Flashback : nous sommes en février 2018 à Montréal, j’assiste à une série de conférences organisées par une agence de marketing relationnel. Une de ces conférences est donnée par Maurice Vaillancourt, alors directeur marketing & relation client chez Keolis Canada.

Keolis est une entreprise française présente au Québec, où elle exploite des lignes de bus dans la province, et notamment entre Montréal et Québec. Lorsque Maurice rejoint l’entreprise, la maturité numérique de celle-ci est très basse, au niveau 1 de notre modèle de maturité : elle se contente par exemple d’envoyer des newsletters ponctuelles à toute sa base de contacts, sans distinction.

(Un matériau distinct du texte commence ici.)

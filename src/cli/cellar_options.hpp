#pragma once
// The options that say how the cold store is read on the brew day (--on, --stale-below, --lot-order,
// --allow-stale), bound and read the same way by every command that takes a stock file, and the one
// place a stock file becomes a Cellar (engine/cellar.hpp).
#include <CLI/CLI.hpp>
#include <string>

#include "cli/option_values.hpp"
#include "engine/cellar.hpp"

namespace bine::cli {

struct CellarOptions {
  std::string on;
  std::string stale_below;
  bool allow_stale = false;
  std::string lot_order = "oldest";
};

/// What the options give.
struct CellarChoice {
  BrewDay on;
  CellarSettings settings;
  bool allow_stale = false;
};

/// Adds --on and --stale-below to `command`, and with `takes_lots` (the command weighs additions from
/// lots it chooses and leaves stale lots out: blend, rebalance) --lot-order and --allow-stale.
void add_cellar_options(CLI::App* command, CellarOptions& options, bool takes_lots);
/// The same without --on, for a command whose dates come from elsewhere (stock plan: each brew's day).
void add_lot_judging_options(CLI::App* command, CellarOptions& options, bool takes_lots);

/// The choice the options give; problems go to `reader`.
CellarChoice read_cellar_options(OptionReader& reader, const CellarOptions& options);

/// The stock file aged to the brew day.
Cellar load_cellar(const std::string& stock_file, const Catalog& catalog, const CellarChoice& choice);

/// The stock file: `option` if given, else $BINE_STOCK when set and not empty; empty when neither.
std::string stock_file_if_given(const std::string& option);

/// The stock file: `option` if given, else $BINE_STOCK (when set and not empty); InputError when neither.
std::string stock_file_or_env(const std::string& option);

/// "lots aged to 2026-12-01 (today; pass --on DATE to reproduce)": the line every stock output prints.
std::string brew_day_line(const CellarChoice& choice);

}  // namespace bine::cli
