#pragma once
// The options that choose how bitterness is computed (--model, --pellet-factor, --calibration),
// bound and read the same way by every command that computes IBU.
#include <CLI/CLI.hpp>
#include <string>

#include "cli/option_values.hpp"
#include "engine/bitterness.hpp"

namespace bine::cli {

struct BitternessOptions {
  std::string model = "tinseth";
  std::string pellet_factor;
  std::string calibration;
};

/// Adds --model, --pellet-factor and --calibration to `command`.
void add_bitterness_options(CLI::App* command, BitternessOptions& options);

/// The settings the options give; problems go to `reader`.
BitternessSettings read_bitterness_options(OptionReader& reader, const BitternessOptions& options);

}  // namespace bine::cli
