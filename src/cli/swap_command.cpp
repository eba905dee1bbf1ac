#include "cli/commands.hpp"

namespace bine::cli {

void setup_swap_command(CLI::App& app, const GlobalOptions& /*globals*/) {
  app.add_subcommand("swap", "(not yet available)");
}

}  // namespace bine::cli
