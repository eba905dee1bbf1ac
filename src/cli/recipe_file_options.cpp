#include "cli/recipe_file_options.hpp"

#include <fmt/format.h>

#include "io/limits.hpp"

namespace bine::cli {

void add_recipe_file_options(CLI::App* command, RecipeFileOptions& options) {
  command->add_option("--recipe-name", options.recipe_name,
                      "BeerXML: the RECIPE to read when the file holds several (its NAME)");
  command->add_option(
      "--whirlpool-temp", options.whirlpool_temp,
      fmt::format("BeerXML: whirlpool temperature of Aroma additions (default {:g}C)", kDefaultAromaTemperatureC));
}

BeerXmlReadOptions read_recipe_file_options(OptionReader& reader, const RecipeFileOptions& options) {
  BeerXmlReadOptions read;
  read.recipe_name = options.recipe_name;
  read.aroma_temperature_c = reader
                                 .optional_quantity("--whirlpool-temp", options.whirlpool_temp, Dimension::temperature,
                                                    limits::whirlpool_temperature)
                                 .value_or(kDefaultAromaTemperatureC);
  return read;
}

}  // namespace bine::cli
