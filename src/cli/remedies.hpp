#pragma once
// Engines say what would make a request work in domain words (model/errors.hpp, Remedy); the
// command line names the option that does it.
#include <string>
#include <string_view>
#include <vector>

#include "model/errors.hpp"

namespace bine::cli {

/// The option (or action) that carries out `remedy`, e.g. "lower --split".
std::string_view remedy_text(Remedy remedy);

/// `message` followed by its remedies in parentheses, "why (a, b or c)"; `message` alone when there
/// are none.
std::string with_remedies(std::string_view message, const std::vector<Remedy>& remedies);

}  // namespace bine::cli
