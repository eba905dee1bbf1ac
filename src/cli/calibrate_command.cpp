// bine calibrate BATCHES: the brewhouse factor on utilization from lab-measured IBU, written to a
// brewhouse profile that ibu, rebalance, blend and swap read with --brewhouse.
#include <fmt/format.h>

#include <memory>

#include "cli/bitterness_options.hpp"
#include "cli/commands.hpp"
#include "cli/option_values.hpp"
#include "engine/calibration.hpp"
#include "engine/cellar.hpp"
#include "io/batch_log.hpp"
#include "io/brewhouse_profile.hpp"
#include "io/loaders.hpp"
#include "io/recipe_file.hpp"
#include "model/errors.hpp"
#include "report/calibration_report.hpp"

namespace bine::cli {
namespace {

struct CalibrateOptions {
  std::string log;
  BitternessOptions bitterness;
  bool split = false;
  bool without_outliers = false;
  std::string out = "brewhouse.json";
  bool no_write = false;
  std::string date;
  bool json = false;
};

struct CalibrateArgs {
  std::string log;
  BitternessSettings settings;
  bool split = false;
  bool without_outliers = false;
  std::string out;  // empty: do not write
  Date date{};
  bool json = false;
};

CalibrateArgs parse_calibrate_args(const CalibrateOptions& options) {
  OptionReader reader;
  CalibrateArgs args;
  args.log = options.log;
  args.settings = read_model_options(reader, options.bitterness);
  args.split = options.split;
  args.without_outliers = options.without_outliers;
  args.out = options.no_write ? "" : options.out;
  args.json = options.json;
  args.date = options.date.empty() ? today() : reader.date("--date", options.date).value_or(Date{});
  reader.require(!options.out.empty(), "--out: is empty (expected a file name such as brewhouse.json)");
  reader.throw_if_any();
  return args;
}

/// The model's IBU of every logged beer at factor 1, as it was brewed (stock lots aged to its day).
std::vector<CalibrationBatch> model_batches(const BatchLog& log, const Catalog& catalog,
                                            const BitternessSettings& settings, std::vector<std::string>& notes) {
  std::vector<CalibrationBatch> batches;
  for (const auto& logged : log.batches) {
    RecipeFile file = read_recipe_file(logged.recipe, BeerXmlReadOptions{});
    Recipe recipe = std::move(file.recipe);
    for (const auto& note : file.notes) notes.push_back(fmt::format("{}: {}", logged.where, note));
    if (logged.stock) {
      std::vector<std::string> stock_notes;
      // The beer was brewed with what was in the cold store, stale or not.
      const Cellar cellar = age_cellar(load_stock(*logged.stock), catalog, logged.brewed);
      recipe = recipe_as_brewed(recipe, cellar, stock_notes);
      for (const auto& note : stock_notes) notes.push_back(fmt::format("{}: {}", logged.where, note));
    }
    const RecipeBitterness bitterness = recipe_bitterness(recipe, catalog, settings);
    const std::string name = recipe.name.empty() ? logged.recipe.filename().string() : recipe.name;
    batches.push_back(
        calibration_batch(bitterness, fmt::format("{}, {}", name, format_date(logged.brewed)), logged.lab_ibu));
  }
  return batches;
}

void run_calibrate(const Console& console, const GlobalOptions& globals, const CalibrateArgs& args) {
  // 1. Load the log, the catalogs, every recipe (and stock) it names.
  const DataSet data = load_data(globals, console);
  const BatchLog log = load_batch_log(args.log);
  CalibrationContext context;
  context.log_file = args.log;
  context.model = std::string(to_string(args.settings.model));
  context.pellet_factor = args.settings.pellet_factor;
  context.drop_outliers = args.without_outliers;
  for (const auto& batch : log.batches) context.brewed.push_back(format_date(batch.brewed));
  // 2. Fit.
  const Calibration calibration = [&] {
    const auto timer = console.time("calibrate");
    return calibrate(model_batches(log, data.catalog, args.settings, context.notes), args.without_outliers, args.split);
  }();
  const BrewhouseProfile profile = profile_from(calibration, args.settings, args.date);
  // 3. Write the profile, then render.
  if (!args.out.empty()) {
    write_brewhouse_profile(args.out, profile);
    context.profile_file = args.out;
  }
  print_result(
      console, args.json, data, [&] { return calibration_to_json(calibration, context, profile); },
      [&](std::ostream& out) { render_calibration(out, calibration, context, profile); });
}

}  // namespace

void setup_calibrate_command(CLI::App& app, const GlobalOptions& globals, CommandTable& commands) {
  auto options = std::make_shared<CalibrateOptions>();
  auto* calibrate = app.add_subcommand(
      "calibrate", "your brewhouse's factor on utilization from lab-measured IBU, written to a brewhouse profile");
  calibrate->add_option("BATCHES", options->log, "batch log (JSON, or CSV with recipe,brewed,lab_ibu,stock)")
      ->required();
  add_model_options(calibrate, options->bitterness);
  calibrate->add_flag("--split", options->split,
                      "also fit separate boil and late-hop (whirlpool, flame-out) factors (needs 6 batches with late "
                      "hops) and say whether they differ");
  calibrate->add_flag("--without-outliers", options->without_outliers,
                      "fit without batches more than 3 robust deviations off");
  calibrate->add_option("--out", options->out, "the brewhouse profile to write (default brewhouse.json)");
  calibrate->add_flag("--no-write", options->no_write, "show the fit without writing a profile");
  calibrate->add_option("--date", options->date, "the profile's date, YYYY-MM-DD (default: today)");
  calibrate->add_flag("--json", options->json, "print JSON");
  calibrate->footer(
      "Examples:\n"
      "  bine calibrate batches.csv\n"
      "  bine calibrate batches.json --split --out brewhouse.json\n"
      "  bine calibrate batches.csv --without-outliers --no-write\n"
      "  bine ibu pale-ale.json --brewhouse brewhouse.json\n"
      "Each batch's recipe is computed as brewed (its stock file's lots aged to the brew date) at factor 1;\n"
      "the factor is the least-squares fit of lab IBU on model IBU through the origin, with its 95 %\n"
      "confidence interval (Student's t).");
  commands.add(calibrate, [&globals, options](const Console& console) {
    run_calibrate(console, globals, parse_calibrate_args(*options));
  });
}

}  // namespace bine::cli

Le mandat de Maurice est “d’accompagner l’entreprise dans une profonde transformation organisationnelle et une ère d’innovations digitales. La pierre angulaire de ce mandat étant l’implantation d’un plan stratégique dans lequel le client est au cœur des préoccupations et où la prise de décisions est guidée par les données.

Un objectif ambitieux qu’il va mener à bien grâce à un motto qui m’a beaucoup marqué et que j’ai fait mien : “simplicité et pertinence”.

La simplicité, c’est avancer pas à pas, d’améliorations évidentes en améliorations évidentes. Par exemple, commencer par segmenter la base de contacts en deux pour ne plus envoyer une seule newsletter générique, mais deux différenciées. Puis encore diviser en deux, et encore, et encore… Et au fur et à mesure, se retrouver avec plein de segments très précis et des centaines de milliers de messages différents selon les canaux, le timing, etc. (des centaines de milliers ? Oui oui, voir en fin d’article).

La pertinence, c’est se demander si le message que je pense envoyer à mon groupe de contacts lui sera utile, lui apprendra quelque chose.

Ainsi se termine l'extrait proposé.